A picture is worth a thousands words
Well, when it comes to new AI models to recognize what is in a photo it is definitely true.
Although a lot is about generative AI, we have also seen use cases where we use AI to recognize what is in a picture. You can imagine this can be useful in the following scenario’s:
- blind people that have a device with them to look around and experience the view in front of them but cannot see it;
- e-commerce art shops that generate automatic descriptions for the art they sell;
- a smart pet door that recognizes if a cat brings in little birds (we just had that again);
- a museum that has an app. to automatically describe art after taking a picture.
Some AI tools we discovered to generate descriptions of pictures
When I started my search for a tool I came across astica.
This company offers a few interesting demos and use cases. What I like is that you can combine a few API’s to recognize the picture and then create speech too. But this can also be done with other tools.
They have different solutions for generating descriptions and it seems their GPT-S model is the one that generates longer versions of descriptions. However, is has one drawback. It is slow!
Another one I cam across is Jina.ai’s SceneXplain. This is a visual storytelling api and tool.

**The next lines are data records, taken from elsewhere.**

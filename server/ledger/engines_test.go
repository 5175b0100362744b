package ledger

import (
	"context"
	"database/sql"
	"fmt"
	"os"
	"os/exec"
	"path/filepath"
	"strings"
	"sync"
	"syscall"
	"testing"
	"time"
)

func TestMain(m *testing.M) {
	if path := os.Getenv(writerVariable); path != "" {
		os.Exit(writeUntilKilled(path))
	}
	code := m.Run()
	server.stop()
	os.Exit(code)
}

// onEach runs a test on an empty ledger of every engine there is.
func onEach(t *testing.T, test func(*testing.T, *Store)) {
	t.Run("sqlite", func(t *testing.T) { test(t, openAt(t, filepath.Join(t.TempDir(), "ledger.db"))) })
	t.Run("postgresql", func(t *testing.T) { test(t, openAt(t, server.database(t))) })
}

func openAt(t testing.TB, dsn string) *Store {
	t.Helper()
	s, err := Open(context.Background(), dsn)
	if err != nil {
		t.Fatal(err)
	}
	t.Cleanup(func() {
		if err := s.Close(); err != nil {
			t.Error(err)
		}
	})
	return s
}

// postgres is a PostgreSQL server that the tests start for themselves, on a unix socket.
type postgres struct {
	once sync.Once
	why  string // not started
	dir  string
	proc *exec.Cmd
	n    int
}

var server postgres

// database makes an empty schema, which serves as a database of its own, and returns its
// address.
func (p *postgres) database(t testing.TB) string {
	t.Helper()
	p.once.Do(func() {
		if err := p.start(); err != nil {
			p.why = err.Error()
		}
	})
	if p.dir == "" {
		t.Skip("no PostgreSQL to test on: " + p.why)
	}
	if p.why != "" {
		t.Fatal("PostgreSQL did not start: " + p.why)
	}
	p.n++
	name := fmt.Sprintf("ledger%d", p.n)
	db, err := sql.Open("pgx", p.dsn("public"))
	if err != nil {
		t.Fatal(err)
	}
	defer db.Close()
	if _, err := db.Exec("CREATE SCHEMA " + name); err != nil {
		t.Fatal(err)
	}
	return p.dsn(name)
}

func (p *postgres) dsn(schema string) string {
	return fmt.Sprintf("postgres:///postgres?host=%s&user=ledger&sslmode=disable&search_path=%s", p.dir, schema)
}

func (p *postgres) start() error {
	initdb, err := exec.LookPath("initdb")
	if err != nil {
		return fmt.Errorf("initdb is not on the path; install PostgreSQL to run these tests")
	}
	if initdb, err = filepath.EvalSymlinks(initdb); err != nil {
		return err
	}
	// The path of a unix socket must be short.
	if p.dir, err = os.MkdirTemp("", "pg"); err != nil {
		return err
	}
	data := filepath.Join(p.dir, "data")
	attributes := &syscall.SysProcAttr{Pdeathsig: syscall.SIGINT}
	if os.Geteuid() == 0 { // PostgreSQL refuses root; 65534 is nobody by common practice
		if err := os.Chown(p.dir, 65534, 65534); err != nil {
			return err
		}
		attributes.Credential = &syscall.Credential{Uid: 65534, Gid: 65534}
	}
	cmd := exec.Command(initdb, "-D", data, "-U", "ledger", "-A", "trust", "-E", "UTF8", "--locale=C", "-N")
	cmd.SysProcAttr, cmd.Dir = attributes, p.dir
	if out, err := cmd.CombinedOutput(); err != nil {
		return fmt.Errorf("initdb: %w: %s", err, out)
	}
	p.proc = exec.Command(filepath.Join(filepath.Dir(initdb), "postgres"), "-D", data, "-k", p.dir,
		"-c", "listen_addresses=", "-c", "max_connections=100", "-c", "fsync=off") // durability is not tested here
	p.proc.SysProcAttr, p.proc.Dir = attributes, p.dir
	if err := p.proc.Start(); err != nil {
		return err
	}
	return p.await()
}

func (p *postgres) await() error {
	db, err := sql.Open("pgx", p.dsn("public"))
	if err != nil {
		return err
	}
	defer db.Close()
	for range 200 {
		if err = db.Ping(); err == nil {
			return nil
		}
		time.Sleep(50 * time.Millisecond)
	}
	return err
}

func (p *postgres) stop() {
	if p.proc != nil && p.proc.Process != nil {
		_ = p.proc.Process.Signal(syscall.SIGQUIT) // at once: nothing is kept
		_ = p.proc.Wait()
	}
	if strings.HasPrefix(filepath.Base(p.dir), "pg") {
		_ = os.RemoveAll(p.dir)
	}
}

It works in a similar way to astica. You can feed it a picture and it starts describing what’s in there.
As with all the tools there are two important things:
- the application is key, how can people use all this great technology
The second point is important, AI is pretty pricy in the end when do a lof of interactions. There are some samples that for example Auto-GPT tasks go haywire and get stuck into loops consuming AI credits. Not something you want.